[llvm] [AMDGPU] IGLP: Fix static variables (PR #137549)
Robert Imschweiler via llvm-commits
llvm-commits at lists.llvm.org
Wed Nov 26 07:15:50 PST 2025
https://github.com/ro-i updated https://github.com/llvm/llvm-project/pull/137549
>From f67dbe3da7b601e1cd1fb02b081fb259842560bb Mon Sep 17 00:00:00 2001
From: Robert Imschweiler <robert.imschweiler at amd.com>
Date: Wed, 26 Nov 2025 09:14:11 -0600
Subject: [PATCH] [AMDGPU] IGLP: Fix static variables
Replace global / class-level static variables with instance members and
guarantee thread-safety.
---
llvm/lib/Target/AMDGPU/AMDGPUIGroupLP.cpp | 210 ++++++++++++------
.../lib/Target/AMDGPU/SIMachineFunctionInfo.h | 60 ++++-
.../CodeGen/AMDGPU/llvm.amdgcn.iglp.opt.ll | 28 +++
3 files changed, 231 insertions(+), 67 deletions(-)
diff --git a/llvm/lib/Target/AMDGPU/AMDGPUIGroupLP.cpp b/llvm/lib/Target/AMDGPU/AMDGPUIGroupLP.cpp
index 85addb13aef8d..e2673566f2653 100644
--- a/llvm/lib/Target/AMDGPU/AMDGPUIGroupLP.cpp
+++ b/llvm/lib/Target/AMDGPU/AMDGPUIGroupLP.cpp
@@ -821,6 +821,8 @@ class IGLPStrategy {
const SIInstrInfo *TII;
+ const MachineInstr *IGLPOptMI;
+
public:
/// Add SchedGroups to \p SyncedSchedGroups to implement this Strategy.

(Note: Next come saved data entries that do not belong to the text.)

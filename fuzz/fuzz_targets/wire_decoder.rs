//! Fuzz target: The wire frame decoder.
#![no_main]

use libfuzzer_sys::fuzz_target;

fuzz_target!(|data: &[u8]| {
    plethwire_fuzz::wire_decoder(data);
});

virtual bool applyIGLPStrategy(
@@ -834,8 +836,9 @@ class IGLPStrategy {
bool IsBottomUp = true;
- IGLPStrategy(ScheduleDAGInstrs *DAG, const SIInstrInfo *TII)
- : DAG(DAG), TII(TII) {}
+ IGLPStrategy(ScheduleDAGInstrs *DAG, const SIInstrInfo *TII,
+ const MachineInstr *IGLPOptMI)
+ : DAG(DAG), TII(TII), IGLPOptMI(IGLPOptMI) {}
virtual ~IGLPStrategy() = default;
};
@@ -853,8 +856,9 @@ class MFMASmallGemmOpt final : public IGLPStrategy {
return true;
}
- MFMASmallGemmOpt(ScheduleDAGInstrs *DAG, const SIInstrInfo *TII)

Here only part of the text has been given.